Core Scientific, yang dulunya merupakan penambang Bitcoin terbesar di AS, berencana melakukan penjualan all-stock senilai $9 miliar kepada CoreWeave saat beralih ke infrastruktur AI. Namun tidak semua pemegang saham setuju. Two Seas Capital, pemegang saham aktif terbesar perusahaan, telah mengumumkan niatnya untuk memberikan suara menentang merger yang diusulkan.
Two Seas Capital, yang memiliki 6,3% saham ekuitas di Core Scientific, menyatakan akan menentang kesepakatan Dewan Direksi saat ini dengan CoreWeave. Perusahaan investasi tersebut percaya bahwa valuasi $9 miliar terlalu rendah untuk posisi Core Scientific dalam ruang komputasi kinerja tinggi.
Lebih lanjut, Two Seas berpendapat bahwa struktur all-equity dari kesepakatan tersebut membuat pemegang saham terpapar pada volatilitas saham CoreWeave tanpa menawarkan perlindungan terhadap risiko penurunan. Perusahaan juga menyebutkan penurunan langsung sebesar 30% pada harga saham Core Scientific setelah kesepakatan diumumkan sebagai bukti bahwa pasar berbagi kekhawatiran mereka.
Two Seas Capital telah memposisikan diri sebagai investor yang berkomitmen dan pendukung Core Scientific sejak 2022. Perusahaan tersebut adalah investor aktif dan juga telah meningkatkan kepemilikan sahamnya sejak saat itu.
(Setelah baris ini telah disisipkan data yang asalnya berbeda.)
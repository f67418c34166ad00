import type { LiveState } from '../../shared/live/live-state.js';
import type { Vec3 } from '../../shared/field/field-vector.js';
import { AXES } from '../../shared/telemetry/messages.js';
import type { ChannelValues } from './channels.js';

/** Inputs that do not live in `LiveState`. */
export interface ChannelExtras {
  /** Target field direction in the trap frame (any length) while one is set; null otherwise. */
  targetDirection?: Vec3 | null;
  /** Server time the newest telemetry frame was heard, Unix epoch ms; null or absent before the first. */
  lastFrameAtMs?: number | null;
  /** Seconds the PostgreSQL server has been unreachable (0 while reachable); absent with PGlite. */
  databaseOutageS?: number;
}

const DEG = 180 / Math.PI;

/**
 * The channel values of the live state at server time `nowMs` (Unix epoch ms). Null-safe:
 * whatever the live state does not have yet is left out, so no alarm fires on missing data;
 * the `stale` channel (ms since `extras.lastFrameAtMs`) reports the loss of data instead.
 * `stale` itself is absent until the first frame arrives, so a server that starts before its
 * controller does not alarm on a controller that has not connected yet.
 */
export function channelValues(live: LiveState, nowMs: number, extras: ChannelExtras = {}): ChannelValues {
  const out: ChannelValues = {};
  for (const axis of AXES) {
    const current = live.currents?.[axis];
    if (finite(current)) {
      out[`current.${axis}`] = Math.abs(current);
      const setpoint = live.setpoints?.[axis];
      if (finite(setpoint)) out[`currentDeviation.${axis}`] = Math.abs(current - setpoint);
    }
    setIfFinite(out, `temperature.${axis}`, live.temperatureC?.[axis]);
    setIfFinite(out, `flow.${axis}`, live.flowLpm?.[axis]);
    setIfFinite(out, `waterReturn.${axis}`, live.waterReturnC?.[axis]);
  }
  setIfFinite(out, 'waterSupply', live.waterSupplyC);
  if (live.field) {
    setIfFinite(out, 'fieldMagnitude', live.field.magnitude);
    const target = extras.targetDirection;
    if (target) setIfFinite(out, 'fieldAngleDeviation', angleBetweenDeg(live.field.vector, target));
  }
  setIfFinite(out, 'collapseRatio', live.prediction?.collapseRatio);
  const lastFrameMs = extras.lastFrameAtMs;
  if (finite(lastFrameMs)) out.stale = Math.max(0, nowMs - lastFrameMs);
  setIfFinite(out, 'databaseOutage', extras.databaseOutageS);
  return out;
}

/**
 * Angle between two vectors in degrees (0…180), or NaN when either is zero. atan2 of the
 * cross and dot products stays accurate near 0° where acos of the dot product loses digits.
 */
export function angleBetweenDeg(a: Vec3, b: Vec3): number {
  const cx = a.y * b.z - a.z * b.y;
  const cy = a.z * b.x - a.x * b.z;
  const cz = a.x * b.y - a.y * b.x;
  const cross = Math.hypot(cx, cy, cz);
  const dot = a.x * b.x + a.y * b.y + a.z * b.z;
  if (cross === 0 && dot === 0) return NaN;
  return Math.atan2(cross, dot) * DEG;
}

function finite(v: number | null | undefined): v is number {
  return typeof v === 'number' && Number.isFinite(v);
}

function setIfFinite(out: ChannelValues, id: keyof ChannelValues, v: number | null | undefined): void {
  if (finite(v)) out[id] = v;
}
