import type { SampleProfile } from './sample-profile.js';

/**
 * Demo sample of the fictional Lindqvist Hall apparatus (invented data, demo only): a
 * spin-polarised 167Er Fermi gas in a crossed dipole trap, imaged along the trap's y axis
 * after 20 ms of flight. The trap axes are turned by 15° about the coil z axis, the same
 * rotation as the demo calibration's coilToTrap, so displayed field angles and the
 * prediction's angles agree in the demo.
 */
export const DEMO_PROFILE: SampleProfile = {
  name: 'Lindqvist Hall 167Er, crossed trap',
  species: '167Er',
  atomNumber: 5e4,
  trapHz: [350, 80, 400],
  trapToCoilEulerDeg: [15, 0, 0],
  tofMs: [20],
  imaging: 'y',
};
Selain itu, perusahaan investasi tersebut menyatakan bahwa mereka tidak menentang merger dengan CoreWeave secara umum. Bahkan, perusahaan tersebut juga memiliki saham CoreWeave. Mereka hanya menentang merger pada valuasi saat ini.
Awalnya diluncurkan sebagai perusahaan penambangan Bitcoin, Core Scientific memanfaatkan pasar bull kripto dan go public pada Januari 2022 dengan valuasi $4,3 miliar. Namun, penurunan pasar berikutnya menyebabkan kebangkrutan dan pergeseran strategis menuju infrastruktur komputasi AI.